直接來改 values.yaml，增加 metrics 的部分

global:
  imageRegistry: ""
  imagePullSecrets: []
  storageClass: ""

## @param architecture MySQL architecture (`standalone` or `replication`)
architecture: replication

## MySQL Authentication parameters
auth:
  rootPassword: "test1234"
  createDatabase: true
  database: "ironman"
  replicationUser: replicator
  replicationPassword: "replicationtest"

primary:
  name: primary
  persistence:
    enabled: true
    storageClass: ""

secondary:
  name: secondary
  replicaCount: 2
  persistence:
    enabled: true
    storageClass: ""
    
## Mysqld Prometheus exporter parameters
metrics:
  enabled: true
  serviceMonitor:
    enabled: true
    labels:
      release: prometheus

這邊需 enabled metrics，到時候會建一個 mysql-metrics service，port 開在 9104。

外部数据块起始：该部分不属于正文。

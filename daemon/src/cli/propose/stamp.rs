//! Time stamps of unknown dress: in which format they are written.

use jiff::fmt::strtime;
use jiff::fmt::temporal::Pieces;

use super::number::is_number;
use super::sample::Datum;

/// Formats with date, hour and minute, the likelier first.
const FORMATS: [&str; 20] = [
    "%d.%m.%Y %H:%M:%S",
    "%d.%m.%Y %H:%M",
    "%d. %m. %Y %H:%M:%S",
    "%d. %m. %Y %H:%M",
    "%d/%m/%Y %H:%M:%S",
    "%d/%m/%Y %H:%M",
    "%m/%d/%Y %H:%M:%S",
    "%m/%d/%Y %H:%M",
    "%m/%d/%Y %I:%M:%S %p",
    "%m/%d/%Y %I:%M %p",
    "%d-%m-%Y %H:%M:%S",
    "%d-%m-%Y %H:%M",
    "%Y/%m/%d %H:%M:%S",
    "%Y/%m/%d %H:%M",
    "%Y.%m.%d %H:%M:%S",
    "%Y.%m.%d %H:%M",
    "%Y年%m月%d日 %H:%M:%S",
    "%Y年%m月%d日 %H:%M",
    "%d.%m.%y %H:%M",
    "%Y%m%d%H%M%S",
];
/// A date without its time of day.
const DATES: [&str; 7] = [
    "%d.%m.%Y",
    "%d. %m. %Y",
    "%d/%m/%Y",
    "%m/%d/%Y",
    "%d-%m-%Y",
    "%Y/%m/%d",
    "%Y年%m月%d日",
];

/// How stamps are written.
#[derive(Debug, Clone, PartialEq, Eq)]
pub(super) enum Stamps {
    /// ISO 8601 or date cells: no format has to be stated.
    Plain,
    /// One of these formats fits all; several when day and month cannot be told apart.
    Format(Vec<&'static str>),
    /// A date, and no time of day.
    DateOnly,
    /// No stamps, or in no format that is known here.
    No,
}

pub(super) fn stamps(values: &[Datum]) -> Stamps {
    let filled: Vec<&Datum> = values.iter().filter(|d| **d != Datum::Blank).collect();
    if filled.is_empty() {
        return Stamps::No;
    }
    let texts: Vec<&str> = filled
        .iter()
        .filter_map(|datum| match datum {
            Datum::Text(text) => Some(text.as_str()),
            _ => None,
        })
        .collect();
    let cells: Vec<_> = filled
        .iter()
        .filter_map(|datum| match datum {
            Datum::Date(date) => Some(*date),
            _ => None,
        })
        .collect();
    if texts.len() + cells.len() < filled.len() {
        return Stamps::No;
    }
    let midnight = jiff::civil::Time::midnight();
    if texts.is_empty() {
        let timeless = cells.iter().all(|date| date.time() == midnight);
        return if timeless {
            Stamps::DateOnly
        } else {
            Stamps::Plain
        };
    }
    let iso = |text: &&str| !is_number(text) && Pieces::parse(*text).is_ok();
    if texts.iter().all(iso) {
        let timeless = |text: &&str| Pieces::parse(*text).is_ok_and(|p| p.time().is_none());
        return if texts.iter().all(timeless) {
            Stamps::DateOnly
        } else {
            Stamps::Plain
        };
    }
    let fits = |format: &&str| texts.iter().all(|text| reads(format, text));
    let formats: Vec<&'static str> = FORMATS.into_iter().filter(fits).collect();
    if let Some(first) = formats.first().copied() {
        let otherwise = |format: &&str| {
            *format == first
                || texts
                    .iter()
                    .any(|text| read(format, text) != read(first, text))
        };
        return Stamps::Format(formats.into_iter().filter(otherwise).collect());
    }
    if DATES.iter().any(fits) {
        return Stamps::DateOnly;
    }
    Stamps::No
}

fn reads(format: &str, text: &str) -> bool {
    strtime::parse(format, text).is_ok_and(|read| {
        read.to_date()
            .is_ok_and(|date| (1990..=2100).contains(&date.year()))
    })
}

fn read(format: &str, text: &str) -> Option<jiff::civil::DateTime> {
    strtime::parse(format, text).ok()?.to_datetime().ok()
}

#[cfg(test)]
mod tests {
    use super::*;

    fn of(texts: &[&str]) -> Stamps {
        let values: Vec<Datum> = texts.iter().map(|t| Datum::Text((*t).to_owned())).collect();
        stamps(&values)
    }

    #[test]
    fn formats_are_found_and_what_is_open_stays_open() {
        assert_eq!(
            of(&["2026-06-02T14:20:05", "2026-06-02 14:20"]),
            Stamps::Plain
        );
        assert_eq!(
            of(&["02.06.2026 14:20"]),
            Stamps::Format(vec!["%d.%m.%Y %H:%M"])
        );
        assert_eq!(
            of(&["02/06/2026 14:20"]),
            Stamps::Format(vec!["%d/%m/%Y %H:%M", "%m/%d/%Y %H:%M"])
        );
        assert_eq!(
            of(&["02/06/2026 14:20", "06/13/2026 08:01"]),
            Stamps::Format(vec!["%m/%d/%Y %H:%M"])
        );
        assert_eq!(
            of(&["2026年06月02日 14:20"]),
            Stamps::Format(vec!["%Y年%m月%d日 %H:%M"])
        );
        assert_eq!(of(&["2026-06-02"]), Stamps::DateOnly);
        assert_eq!(of(&["02.06.2026"]), Stamps::DateOnly);
        assert_eq!(of(&["12.5", "13"]), Stamps::No);
        assert_eq!(of(&["KL"]), Stamps::No);
    }
}
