//! The lines of `[instrument.read]`: from the roles that were found, with what was seen for each.

mod measured;
mod outside;

use super::draft::{Line, Trust, quoted, shown};
use super::number::Mark;
use super::path;
use super::roles::{Roles, Taken};
use super::sample::{Datum, Dress, Place, Sample};
use super::stamp::Stamps;
use super::words::Meaning;

const READ: &str = "instrument.read";

pub(super) fn lines(samples: &[Sample]) -> Vec<Line> {
    let roles = Roles::found(samples);
    let mark = match roles.mark() {
        Mark::NotShown => roles.mark_of_the_rest(),
        mark => mark,
    };
    let mut drafted = Drafted {
        samples,
        roles: &roles,
        mark: match mark {
            Mark::Seen(mark) => mark,
            Mark::PerhapsThousands | Mark::Both => ',',
            Mark::NotShown => '.',
        },
        lines: Vec::new(),
    };
    drafted.form();
    drafted.decimal(&mark);
    drafted.label(Meaning::Part, "part");
    drafted.label(Meaning::Appraiser, "appraiser");
    drafted.trial();
    drafted.taken();
    drafted.characteristic();
    drafted.value();
    drafted.numbers();
    drafted.no_value();
    drafted.same();
    drafted.end();
    drafted.lines
}

struct Drafted<'a> {
    samples: &'a [Sample],
    roles: &'a Roles,
    mark: char,
    lines: Vec<Line>,
}

impl<'a> Drafted<'a> {
    fn put(
        &mut self,
        key: &'static str,
        value: impl Into<String>,
        trust: Trust,
        note: impl Into<String>,
    ) {
        self.lines.push(Line::new(READ, key, value, trust, note));
    }

    fn of_all(&self, n: usize) -> String {
        format!("seen in {n} of {}", counted(self.samples.len(), "file"))
    }

    /// Trust and note of a place that was taken.
    fn judged(&self, taken: &Taken) -> (Trust, String) {
        let n = taken.spot.files();
        let mut doubts: Vec<String> = taken.doubt.iter().cloned().collect();
        if !taken.others.is_empty() {
            let others: Vec<String> = taken.others.iter().take(3).map(|o| shown(o)).collect();
            doubts.push(format!("or is it {}?", others.join(", ")));
        }
        if n < self.samples.len() {
            doubts.push("not in every file".into());
        }
        let trust = if doubts.is_empty() {
            Trust::Seen
        } else {
            Trust::Check
        };
        doubts.push(self.of_all(n));
        (trust, doubts.join("; "))
    }

    fn label(&mut self, meaning: Meaning, key: &'static str) {
        if let Some(taken) = self.roles.get(meaning) {
            let (trust, note) = self.judged(taken);
            self.put(key, role(&taken.spot.place, &[]), trust, note);
            return;
        }
        let trust = if key == "part" {
            Trust::Missing
        } else {
            Trust::Optional
        };
        self.in_path(meaning, key, trust);
    }

    /// A role that may stand in the file names.
    fn in_path(&mut self, meaning: Meaning, key: &'static str, otherwise: Trust) {
        let files: Vec<&str> = self
            .samples
            .iter()
            .map(|sample| sample.file.as_str())
            .collect();
        match path::found(meaning, &files) {
            Some((regex, example)) => {
                let note = format!(
                    "no column or label; in the file name: {} from {}",
                    shown(&example),
                    shown(files.first().unwrap_or(&""))
                );
                self.put(
                    key,
                    format!("{{ path = {} }}", quoted(&regex)),
                    Trust::Check,
                    note,
                );
            }
            None => {
                let (value, note) = match (otherwise, self.samples.first().map(|s| &s.dress)) {
                    (_, Some(Dress::Xml { .. })) => (
                        "{ xml = \"\" }",
                        "write the path to it, or { path = 'a regex on folder and file name' }",
                    ),
                    _ => (
                        "{ column = \"\" }",
                        "write its heading; or { label = \"…\" }, { cell = \"B2\" }, { path = 'a regex on folder and file name' }",
                    ),
                };
                self.put(key, value, otherwise, note);
            }
        }
    }

    fn trial(&mut self) {
        if let Some(taken) = self.roles.get(Meaning::Trial) {
            let (trust, note) = self.judged(taken);
            self.put("trial", role(&taken.spot.place, &[]), trust, note);
            return;
        }
        let files: Vec<&str> = self
            .samples
            .iter()
            .map(|sample| sample.file.as_str())
            .collect();
        if path::found(Meaning::Trial, &files).is_some() {
            self.in_path(Meaning::Trial, "trial", Trust::Optional);
        } else if self.format().is_some() {
            self.put(
                "trial",
                "{ count = \"taken\" }",
                Trust::Check,
                "no label for the trial was found; counted by time stamp",
            );
        } else {
            self.put(
                "trial",
                "{ count = \"order\" }",
                Trust::Check,
                "no label for the trial was found; counted by order within a file",
            );
        }
    }

    /// The stamps of the role `taken`: the place, its format if one is needed, what else it could be.
    fn format(&self) -> Option<(&'a Taken, Option<&'static str>, Vec<&'static str>)> {
        let taken = self
            .roles
            .get(Meaning::Taken)
            .or_else(|| self.roles.get(Meaning::Date))?;
        match taken.spot.stamps() {
            Stamps::Plain => Some((taken, None, Vec::new())),
            Stamps::Format(formats) => {
                let mut formats = formats.into_iter();
                let first = formats.next()?;
                Some((taken, Some(first), formats.collect()))
            }
            Stamps::DateOnly | Stamps::No => None,
        }
    }

    fn taken(&mut self) {
        let Some((taken, format, others)) = self.format() else {
            let dated = self
                .roles
                .get(Meaning::Taken)
                .or_else(|| self.roles.get(Meaning::Date));
            let (value, note) = match (dated, self.roles.get(Meaning::Clock)) {
                (Some(date), Some(clock)) => (role(&date.spot.place, &[]), format!("date and time of day stand apart ({} and {}); have them exported together", shown(date.spot.place.shown()), shown(clock.spot.place.shown()))),
                (Some(date), None) => (role(&date.spot.place, &[]), "only a date was seen, without a time of day: it cannot tell the runs of a day apart".to_owned()),
                _ => match self.samples.first().map(|s| &s.dress) {
                    Some(Dress::Xml { .. }) => ("{ xml = \"\" }".to_owned(), "when a run was measured; `repeat_every` needs it".to_owned()),
                    _ => ("{ column = \"\" }".to_owned(), "when a run was measured; `repeat_every` needs it".to_owned()),
                },
            };
            self.put("taken", value, Trust::Optional, note);
            return;
        };
        let (mut trust, mut note) = self.judged(taken);
        let extra: Vec<(&str, String)> = format.iter().map(|f| ("format", quoted(f))).collect();
        if !others.is_empty() {
            trust = Trust::Check;
            note = format!("{} fits all stamps as well; {note}", others.join(" or "));
        }
        let value = role(&taken.spot.place, &extra);
        self.put("taken", value, trust, note);
    }

    fn characteristic(&mut self) {
        match self.roles.get(Meaning::Characteristic) {
            Some(taken) => {
                let (trust, note) = self.judged(taken);
                self.put("characteristic", role(&taken.spot.place, &[]), trust, note);
            }
            None => self.put(
                "characteristic",
                "{ column = \"\" }",
                Trust::Optional,
                "without it there is one characteristic, called `value`",
            ),
        }
    }

    fn same(&mut self) {
        let named = [
            (Meaning::Program, "program"),
            (Meaning::Stylus, "stylus"),
            (Meaning::Fixture, "fixture"),
        ];
        let found: Vec<String> = named
            .into_iter()
            .filter_map(|(meaning, name)| {
                let taken = self.roles.get(meaning)?;
                Some(format!("{name} = {}", role(&taken.spot.place, &[])))
            })
            .collect();
        if !found.is_empty() {
            self.lines.push(Line::new(
                READ,
                "same",
                format!("{{ {} }}", found.join(", ")),
                Trust::Check,
                "must stay the same within a round; leave out what may differ",
            ));
        }
    }

    fn end(&mut self) {
        let ends: Vec<&str> = self
            .samples
            .iter()
            .filter_map(|sample| sample.end.as_deref())
            .collect();
        let Some(first) = ends.first() else { return };
        let same = ends
            .iter()
            .filter(|end| restudy_parsers::fold(end) == restudy_parsers::fold(first))
            .count();
        let elsewhere = self
            .samples
            .iter()
            .flat_map(|sample| &sample.spots)
            .any(|spot| {
                spot.values.iter().any(|datum| match datum {
                    Datum::Text(text) => {
                        restudy_parsers::fold(text).contains(&restudy_parsers::fold(first))
                    }
                    _ => false,
                })
            });
        let (trust, note) = if elsewhere {
            (
                Trust::Optional,
                "it ends the files, but stands within other texts too".to_owned(),
            )
        } else if same == self.samples.len() {
            (
                Trust::Check,
                format!(
                    "a file without it counts as cut short; {}",
                    self.of_all(same)
                ),
            )
        } else {
            (
                Trust::Optional,
                format!(
                    "{}; a file without it would count as cut short",
                    self.of_all(same)
                ),
            )
        };
        self.put(
            "end",
            format!("{{ find = {} }}", quoted(first)),
            trust,
            note,
        );
    }
}

/// A role as TOML.
fn role(place: &Place, extra: &[(&str, String)]) -> String {
    let mut keys = match place {
        Place::Column(heading) => vec![format!("column = {}", quoted(heading))],
        Place::Label(label) => vec![format!("label = {}", quoted(label))],
        Place::Cell(cell, find) => vec![
            format!("cell = {}", quoted(cell)),
            format!("find = {}", quoted(find)),
        ],
        Place::Xml(path) => vec![format!("xml = {}", quoted(path))],
    };
    keys.extend(extra.iter().map(|(key, value)| format!("{key} = {value}")));
    format!("{{ {} }}", keys.join(", "))
}

/// `1 file`, `2 files`.
pub(super) fn counted(n: usize, what: &str) -> String {
    format!("{n} {what}{}", if n == 1 { "" } else { "s" })
}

serviceMonitor 也要 enabled，這樣 Prometheus 才找得到這個 metrics。最重要的是，labels 要加上 release: prometheus，不然 Prometheus 會找不到！

來源參考 - https://lyz-code.github.io/blue-book/devops/prometheus/prometheus_troubleshooting/

我有嘗試過 upgrade release，但會出錯。所以就 Uninstall 後再重新 apply new values 安裝

helm install mysql bitnami/mysql -f day24/custom-mysql-values.yaml -n db

底下的 Tips 會多出一段

To access the MySQL Prometheus metrics from outside the cluster execute the following commands:

    kubectl port-forward --namespace db svc/mysql-metrics 9104:9104 &
    curl http://127.0.0.1:9104/metrics

剛才提到的 Service Monitor 也是一個 Objects，但這是自定義的 (CustomResourceDefinition, CRD)。可以用來擴展 Kubernetes。可以看到剛才加的 label release: prometheus 有出現在 mysql 這個 Service Monitor 中。